Although CDF was developed as a computationally less costly alternative to the factor forest (Goretzko & Bühner, 2020), it takes substantially more time to conduct CDF than the classical CD approach. In a serial computation, CDF with \(N_{rep} = 5000\) and \(N_{population} = 25,000\) applied to empirical data with \(N = 500\) and 35 manifest variables can take around 25–30 min depending on the computer system.Footnote 8 This is considerably slower than other commonly used factor retention criteria. Future research could focus on improving the performance of CDF both in terms of its accuracy (e.g., introducing new features that improve the predictions of the internal random forest implementation, implementing an option that allows for hyperparameter tuning of the random forest) and with regard to its computational speed (e.g., parallelization, exclusion of features without predictive power). One promising way to develop new features that might improve the performance of CDF could be integrating other common factor retention criteria. In doing so, simulation-based approaches (such as parallel analysis) may be too computationally costly, but methods such as the minimum average partial test (MAP, Velicer, 1976) or the non-graphical scree test (Raîche, Walls, Magis, Riopel, & Blais, 2013) could be tried as features within CDF to increase its predictive performance. Future research on CDF may also evaluate its performance for various other data conditions (e.g., non-normal data, missing data, etc.) and compare it to other state-of-the-art factor retention criteria. Additional analyses (reported in the online supplemental material) indicate that CDF may provide more robust results with ordinal data (especially if the number of categories is comparably large) than common non-simulation-based methods. However, the respective results are only based on very narrow data conditions and thus have to be interpreted rather carefully. Future research should expand the simulation design in this paper and evaluate both comparison data approaches under much broader conditions that are typical for psychological research.

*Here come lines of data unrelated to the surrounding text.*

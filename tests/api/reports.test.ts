/**
 * The follow-up report through the API: a consultant's price table, the draft with the engine's
 * suggestion, choices and bad input, sending (frozen, numbered, idempotent, 409 on editing a
 * version), the PDF rendered by the worker with the web page's very figures, the e-mail carrying
 * it, a second version leaving the first readable, and the owner's answer reaching the consultant.
 */
import { randomUUID } from 'node:crypto';
import { eq } from 'drizzle-orm';
import { afterAll, beforeAll, describe, expect, it } from 'vitest';
import { closeDb, getDb } from '../../src/db/client';
import { activityLog, assessments } from '../../src/db/schema';
import { stopSender } from '../../src/lib/jobs/queue';
import { DEMO_PASSWORD } from '../../scripts/seed/demo-people';
import { asPerson, ensureConsultant, ensureDeskRegion, ownerCookie, passwordCookie, submitLead, type SubmittedLead } from '../support/desk';
import { messagesTo, waitForMessages } from '../support/fixtures';
import { pageFigures, pdfText, squeeze, waitForPdf } from '../support/reports';

interface ReportBody {
  report: {
    id: string;
    status: 'draft' | 'sent';
    version: number | null;
    replacedBy: { version: number } | null;
    pdfReady: boolean;
    answer: { accept: boolean; reason: string | null } | null;
    suggestions: { runId: string; option: string; thicknessM: number; material: string }[] | null;
    result: { runs: { id: string; installedCost: number; proposed: { thicknessM: number; option: string } }[]; assumptions: { priceTableIllustrative: boolean; priceTable: string } };
    priceBasis: { kind: string };
    allowed: { edit: boolean; send: boolean; answer: boolean };
  };
}

interface ErrorBody {
  error: { code: string; message: string; issues?: { path: string; message: string }[] };
}

const STAMP = randomUUID().slice(0, 8);
const HOLDER = `reports-holder-${STAMP}@tallowwood-thermal.example`;
const NEIGHBOUR = `reports-neighbour-${STAMP}@ironbark-lagging.example`;

let holder: string;
let neighbor: string;
let owner: string;
let otherOwner: string;
let admin: string;
let lead: SubmittedLead;

/** A price grid of the holder's own: two diameters, two thicknesses, in the plant's currency. */
const ownTable = {
  currency: 'AUD',
  priceTable: {
    label: 'Tallowwood Thermal 2026 rates',
    pipeOuterDiametersM: [0.0334, 0.0603],
    thicknessesM: [0.025, 0.05],
    costPerMetre: [
      [52, 66],
      [58, 74],
    ],
    fittingCoverCostEach: [160, 190],
  },
};

async function json<T>(response: Response): Promise<T> {
  return (await response.json()) as T;
}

Older methods for determining the number of factors to retain in an EFA, such as Kaiser’s criterion or the subjective examination of a scree plot, eventually gave way to the demonstrably superior performance of parallel analysis, which entails the generation of artificial comparison data to provide reference eigenvalues. The comparison data approach builds on this to provide even more useful reference eigenvalues (by holding constant the distributionsFootnote 9 and correlations among items) and to provide sequential tests between structural models with increasing numbers of factors. The comparison data forest builds on this to take advantage of machine learning capabilities to examine even more data features when identifying the number of factors to retain. These simulation-intensive approaches enhance accuracy, are now feasible to implement in research on psychological assessment, and may be improved further by refining (through empirically tested expansion and pruning) the set of additional features to train the machine learning algorithm.

Open Practices Statement

This article does not contain any empirical data. No preregistration was created. All R-code to run the simulation study in this paper (and to apply the new method) is presented in the supplemental material.